» Task brief: Where a line of the records contains the word "spreadsheet", show that line.

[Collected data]
--------------------
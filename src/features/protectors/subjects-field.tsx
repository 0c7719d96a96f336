import { useLingui } from "@lingui/react";
import { useState } from "react";
import { get } from "react-hook-form";
import { sampleDeviation } from "../../../shared/acoustics/protection/ratings";
import { OCTAVE_BANDS_HZ, type OctaveBandValues } from "../../../shared/acoustics/types";
import { editNumber, roundTo } from "../../../shared/format/number";
import { Field, Unreadable } from "../../components/form";
import { TextButton } from "../../components/link";
import type { Typed } from "../../components/number-input";
import { Status } from "../../components/status";
import { useLocale } from "../../lib/i18n";
import type { ProtectorForm } from "./data-fields";
import { readSubjects } from "./read-subjects";
import { typedFacts } from "./typed-facts";

type Subjects = readonly (readonly Typed[])[];

/** Means and deviations by band over the subjects, dB, as a report prints them. */
function bandsOfSubjects(subjects: readonly OctaveBandValues[]) {
  const column = (band: number) => subjects.map((one) => one[band]);
  const by = (of: (values: readonly number[]) => number) =>
    OCTAVE_BANDS_HZ.map((_, band) => {
      const values = column(band).filter((value) => value !== null && value !== undefined);
      return values.length < subjects.length ? null : roundTo(of(values), 1);
    });
  return {
    meanDb: by((values) => values.reduce((sum, value) => sum + value, 0) / values.length),
    sdDb: by(sampleDeviation),
  };
}

/** Each test subject's attenuation, pasted from a spreadsheet, a line each. */
export function SubjectsField({ form }: { form: ProtectorForm }) {
  const { i18n } = useLingui();
  const locale = useLocale();
  const stored = (form.watch("data.subjectsDb") ?? null) as Subjects | null;
  const [typed, setTyped] = useState<{ text: string; value: unknown } | null>(null);
  const written = (stored ?? [])
    .map((subject) =>
      subject
        .slice(subject[0] === null ? 1 : 0)
        .map((value) => (value instanceof Unreadable ? value.text : editNumber(value, locale)))
        .join("\t"),
    )
    .join("\n");
  const isWritten = typed !== null && JSON.stringify(typed.value) === JSON.stringify(stored);
  const errors: unknown = get(form.formState.errors, "data.subjectsDb");
  const whole = typedFacts({ subjectsDb: stored }).subjectsDb ?? null;

  const put = (text: string) => {
    const read = readSubjects(text, locale);
    const value = read.length === 0 ? null : read;
    setTyped({ text, value });
    form.setValue("data.subjectsDb", value as never, {
      shouldDirty: true,
      shouldValidate: form.formState.isSubmitted,
    });
  };

  return (
    <Field
      label={i18n.t("One subject a line, dB")}
      isOptional
      note={i18n.t(
        "Pasted from a spreadsheet: eight bands from 63 Hz, or seven from 125 Hz; a head of frequencies and a first column of subjects are left out.",
      )}
      error={faultOf(errors, (subject, hz, message) =>
        i18n.t("Subject {number}, {hz} Hz: {message}", { number: subject + 1, hz, message }),
      )}
    >
      {(wires) => (
        <div className="subjects-field">
          <textarea
            className="input is-mono"
            rows={5}
            wrap="off"
            {...wires}
            value={isWritten ? typed.text : written}
            onChange={(event) => put(event.target.value)}
            onBlur={() => void form.trigger("data.subjectsDb")}
          />
          <Status>
            {stored !== null &&
              i18n.t("{count, plural, one {# subject} other {# subjects}}.", {
                count: stored.length,
              })}
          </Status>
          {whole && (
            <TextButton
              onClick={() =>
                form.setValue("data.bands", bandsOfSubjects(whole) as never, {
                  shouldDirty: true,
                  shouldValidate: true,
                })
              }
            >
              {i18n.t("Take mean and deviation by band from them")}
            </TextButton>
          )}
        </div>
      )}
    </Field>
  );
}

/** The first fault, with whose it is. */
function faultOf(
  errors: unknown,
  say: (subject: number, hz: number, message: string) => string,
): string | undefined {
  const own = (errors as { message?: unknown } | undefined)?.message;
  if (typeof own === "string") return own;
  // The form's errors are members by index, of those that have one.
  for (const [index, bands] of Object.entries((errors ?? {}) as Record<string, unknown>)) {
    const subject = Number(index);
    const ofSubject = (bands as { message?: unknown } | undefined)?.message;
    if (typeof ofSubject === "string") return say(subject, OCTAVE_BANDS_HZ[0], ofSubject);
    for (const [band, hz] of OCTAVE_BANDS_HZ.entries()) {
      const message: unknown = get(bands, `${band}.message`);
      if (typeof message === "string") return say(subject, hz, message);
    }
  }
  return undefined;
}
--------------------
» Output for this task:
/** Each test subject's attenuation, pasted from a spreadsheet, a line each. */
        "Pasted from a spreadsheet: eight bands from 63 Hz, or seven from 125 Hz; a head of frequencies and a first column of subjects are left out.",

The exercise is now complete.